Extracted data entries
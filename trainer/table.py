"""Rows from files, checked against the plan, in blocks: one pass, every mistake reported at once.

`sources` knows the files, `columns` which of their columns the plan uses, `cells` what is a number; here stands which
rows are kept, and what they give where the plan is silent.
"""

from __future__ import annotations

from collections.abc import Sequence
from dataclasses import dataclass, replace
from fractions import Fraction

import numpy as np
import numpy.typing as npt

from runtime_min.errors import Problem, RowsError
from trainer.cells import Findings, Floats, read_block, shown_number
from trainer.columns import Columns, columns_of_plan, settled
from trainer.plan import InputPlan, Plan
from trainer.plan_checks import listed, shown
from trainer.plan_inputs import device_range_problem
from trainer.plan_prior import term_problems
from trainer.sources import digest_of, opened, row_files
from trainer.split import row_keys

_MOST_WEIGHT = 2.0**1000
"""Sums of weights up to this do not overflow."""


@dataclass(frozen=True)
class Rows:
    """The rows that were kept, in file order: n rows, p inputs in the plan's order.

    `inputs`: the plan's, completed with ranges read from the kept rows where the plan has none.
    `values`: (n, p); the measured value in the plan's unit, clamped where the plan says so; a level's index. NaN only
    where a value is missing and the plan says `missing = "typical"`: the fit puts in what is typical of its rows.
    `labels`: (n,) class index.
    `keys`: what `split` tells rows apart by, without the seed; from values as parsed, before clamping.
    `dropped`: rows left out for a value missing under `missing = "fault"`; `total`: rows in the files.
    `sha256`: of the file's bytes; of several files, of the lines of their digests in the order of their names.
    `weights`: (n,) > 0; a row of weight 0 is read and counted in `total`, then left out, so that it has no influence.
    `groups`: (n,) the group's text. `held_out`: (n,) True where the plan's column of held-out rows has 1.
    Each of the three is None where the plan names no column. The arrays are read-only.
    """

    inputs: tuple[InputPlan, ...]
    classes: tuple[str, ...]
    values: Floats
    labels: npt.NDArray[np.int64]
    keys: tuple[bytes, ...]
    dropped: int
    total: int
    sha256: str
    weights: Floats | None = None
    groups: tuple[str, ...] | None = None
    held_out: npt.NDArray[np.bool_] | None = None


def read_rows(plan: Plan) -> Rows:
    """The rows of the plan's files. Raises RowsError with every problem; of many, the first 20 and a count."""
    where = str(plan.rows.file)
    try:
        columns, total, sha256 = _read(plan, where)
        return _kept(plan, columns, total, sha256, where)
    except MemoryError:
        raise RowsError(Problem(where, "found more rows than memory holds", "give fewer rows")) from None


def _read(plan: Plan, where: str) -> tuple[Columns, int, str]:
    """(the columns that the plan uses, read; the number of rows; the digest)."""
    findings = Findings()
    columns: Columns | None = None
    header: list[str] = []
    digests = []
    total = 0
    for path in row_files(plan.rows.file, plan.path.parent):
        with opened(path) as source:
            findings.begin(source.where, source.place)
            if columns is None:
                header = source.header
                columns = columns_of_plan(plan, header, _header_place(source.where, source.place))
            elif source.header != header:
                found, todo = _difference(header, source.header)
                findings.add_last([Problem(_header_place(source.where, source.place), found, todo)])
                continue
            try:
                for block in source.blocks(findings):
                    total += len(block.lines)
                    read_block(block, columns.all(), findings)
            except RowsError as broken:
                findings.add_last(broken.problems)
                continue
            digests.append(source.sha256())
    findings.raise_any()
    if not total or columns is None:
        raise RowsError(Problem(where, "found a header and no rows", "give rows below it"))
    return columns, total, digest_of(digests)


def _header_place(where: str, place: str) -> str:
    return f"{where}: line 1" if place == "line" else where


def _difference(first: Sequence[str], other: Sequence[str]) -> tuple[str, str]:
    todo = "give files with the same columns in the same order"
    if missing := [name for name in first if name not in other]:
        return f"found no column {listed(missing)}, which the first file has", todo
    if more := [name for name in other if name not in first]:
        return f"found the column {listed(more)}, which the first file has not", todo
    return "found the columns of the first file in another order", todo


def _kept(plan: Plan, columns: Columns, total: int, sha256: str, where: str) -> Rows:
    inputs, measured = settled(columns, where)
    values = np.column_stack(measured)
    at_fault = np.array([entry.missing == "fault" for entry in inputs])
    present = ~np.any(np.isnan(values) & at_fault, axis=1)
    kept = present
    weights = None
    if columns.weight:
        weights = _weights(columns.weight.joined(), f"{where}: column {shown(columns.weight.header)}", present)
        kept = present & (weights > 0)
        weights = weights[kept]
    values = values[kept]
    classes, labels = _labels(plan, columns, present, kept, where)
    inputs = _completed(plan, _with_levels_seen(inputs, values), values, where)
    if problems := term_problems(str(plan.path), plan.prior, inputs):
        raise RowsError(problems)
    parsed = [_parsed(entry, column) for entry, column in zip(inputs, values.T, strict=True)]
    keys = row_keys([classes[index] for index in labels], parsed, None if weights is None else weights.tolist())
    for position, entry in enumerate(inputs):
        if entry.outside == "clamp" and entry.low is not None and entry.high is not None:
            values[:, position] = np.clip(values[:, position], float(entry.low), float(entry.high))
    groups = None
    if columns.group:
        names = list(columns.group.codes or ())
        groups = tuple(names[int(code)] for code in columns.group.joined()[kept])
    held_out = None
    if columns.held_out:
        held_out = columns.held_out.joined()[kept] == 1
        _refuse_bad_split(held_out, groups, f"{where}: column {shown(columns.held_out.header)}")
    for array in (values, labels, weights, held_out):
        if array is not None:
            array.flags.writeable = False
    dropped = int(np.sum(~present))
    return Rows(inputs, classes, values, labels, keys, dropped, total, sha256, weights, groups, held_out)


def _weights(weights: Floats, place: str, present: npt.NDArray[np.bool_]) -> Floats:
    if not weights[present].any() and present.any():
        raise RowsError(Problem(place, f"found 0 in each of {int(present.sum())} rows", "give some rows a weight"))
    if not float(weights.max()) * len(weights) <= _MOST_WEIGHT:
        found = f"found {shown_number(weights.max())}, too large to be summed"
        raise RowsError(Problem(place, found, "scale the weights down"))
    return weights


def _refuse_bad_split(held_out: npt.NDArray[np.bool_], groups: tuple[str, ...] | None, place: str) -> None:
    if held_out.all():
        raise RowsError(Problem(place, f"found 1 in each of {len(held_out)} rows", "write 0 for the rows to fit"))
    if groups is not None:
        sides = [{group for group, out in zip(groups, held_out, strict=True) if out == side} for side in (True, False)]
        if both := sorted(sides[0] & sides[1]):
            found = f"found 0 and 1 in the group {listed(both)}"
            raise RowsError(Problem(place, found, "hold out whole groups"))


def _labels(
    plan: Plan, columns: Columns, present: npt.NDArray[np.bool_], kept: npt.NDArray[np.bool_], where: str
) -> tuple[tuple[str, ...], npt.NDArray[np.int64]]:
    """(the class names, the class of each kept row). Classes that the plan does not name are sorted."""
    label = columns.label
    place = f"{where}: column {shown(label.header)}"
    codes = label.joined().astype(np.int64)[kept]
    found_names = list(label.codes or ())
    seen = {found_names[code] for code in np.unique(codes)}
    classes = plan.rows.classes or tuple(sorted(seen))
    if not present.any():
        found = f"found a value missing in each of {len(kept)} rows"
        raise RowsError(Problem(where, found, 'write missing = "typical" for the inputs that are often missing'))
    if len(classes) > 2:
        found = f"found {len(classes)} classes, {listed(classes)}: more than two are not there yet"
        raise RowsError(Problem(place, found, "name two with classes, and remove the rows of the others"))
    missing = [name for name in classes if name not in seen]
    if len(classes) < 2:
        raise RowsError(Problem(place, f"found only the class {shown(classes[0])}", "give rows of two classes"))
    if missing:
        weighed = "" if columns.weight is None else " and have a weight above 0"
        found = f"found no row of the class {listed(missing)} among the {len(codes)} that miss no value{weighed}"
        raise RowsError(Problem(place, found, "give rows of both classes"))
    places = {name: index for index, name in enumerate(classes)}
    return classes, np.array([places.get(name, -1) for name in found_names], np.int64)[codes]


def _with_levels_seen(inputs: Sequence[InputPlan], values: Floats) -> tuple[InputPlan, ...]:
    """The inputs with those levels alone, of the levels that rows gave, that kept rows have; `values` follow."""
    changed = []
    for position, entry in enumerate(inputs):
        column = values[:, position]
        seen, ranks = np.unique(column[~np.isnan(column)], return_inverse=True)
        if entry.assumed and 0 < len(seen) < len(entry.levels):
            entry = replace(entry, levels=tuple(entry.levels[int(index)] for index in seen))
            column[~np.isnan(column)] = ranks
        changed.append(entry)
    return tuple(changed)


def _completed(plan: Plan, inputs: Sequence[InputPlan], values: Floats, where: str) -> tuple[InputPlan, ...]:
    """The inputs with a range for each number: where the plan has none, what the rows span and a tenth on each side."""
    problems: list[Problem] = []
    completed = []
    for entry, column in zip(inputs, values.T, strict=True):
        place = f"{where}: column {shown(entry.column)}"
        seen = column[~np.isnan(column)]
        remove = "remove the input" if plan.inputs else "remove the column, or name the others with [[input]]"
        if not len(seen):
            problems.append(Problem(place, "found no value", remove))
            continue
        least, largest = float(seen.min()), float(seen.max())
        if least == largest:
            same = shown(entry.levels[int(least)]) if entry.levels else shown_number(least)
            problems.append(Problem(place, f"found {same} in every row", f"{remove}: a constant says nothing"))
            continue
        if entry.levels or entry.low is not None:
            completed.append(entry)
            continue
        tenth = (Fraction(largest) - Fraction(least)) / 10
        low, high = Fraction(least) - tenth, Fraction(largest) + tenth
        if problem := device_range_problem(low, high, entry.origin, entry.counts, plan.device.arithmetic):
            todo = "write a range in the plan, or another arithmetic"
            problems.append(Problem(place, f"{problem[0]}, a tenth beyond the rows", todo))
        completed.append(replace(entry, low=low, high=high, assumed=True))
    if problems:
        raise RowsError(problems)
    return tuple(completed)


def _parsed(entry: InputPlan, column: Floats) -> list[str | float | None]:
    """What a split tells rows apart by: a number as parsed, a level's text, None where it is missing."""
    if entry.levels:
        return [None if value != value else entry.levels[int(value)] for value in column.tolist()]
    return [None if value != value else value for value in column.tolist()]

Task instructions
Please transcribe exactly the lines above from the line that has "for index, name" up to and including the line that has "tenth = (Fraction(largest)"; no other line belongs in the answer.

Output for this exercise
    places = {name: index for index, name in enumerate(classes)}
    return classes, np.array([places.get(name, -1) for name in found_names], np.int64)[codes]


def _with_levels_seen(inputs: Sequence[InputPlan], values: Floats) -> tuple[InputPlan, ...]:
    """The inputs with those levels alone, of the levels that rows gave, that kept rows have; `values` follow."""
    changed = []
    for position, entry in enumerate(inputs):
        column = values[:, position]
        seen, ranks = np.unique(column[~np.isnan(column)], return_inverse=True)
        if entry.assumed and 0 < len(seen) < len(entry.levels):
            entry = replace(entry, levels=tuple(entry.levels[int(index)] for index in seen))
            column[~np.isnan(column)] = ranks
        changed.append(entry)
    return tuple(changed)


def _completed(plan: Plan, inputs: Sequence[InputPlan], values: Floats, where: str) -> tuple[InputPlan, ...]:
    """The inputs with a range for each number: where the plan has none, what the rows span and a tenth on each side."""
    problems: list[Problem] = []
    completed = []
    for entry, column in zip(inputs, values.T, strict=True):
        place = f"{where}: column {shown(entry.column)}"
        seen = column[~np.isnan(column)]
        remove = "remove the input" if plan.inputs else "remove the column, or name the others with [[input]]"
        if not len(seen):
            problems.append(Problem(place, "found no value", remove))
            continue
        least, largest = float(seen.min()), float(seen.max())
        if least == largest:
            same = shown(entry.levels[int(least)]) if entry.levels else shown_number(least)
            problems.append(Problem(place, f"found {same} in every row", f"{remove}: a constant says nothing"))
            continue
        if entry.levels or entry.low is not None:
            completed.append(entry)
            continue
        tenth = (Fraction(largest) - Fraction(least)) / 10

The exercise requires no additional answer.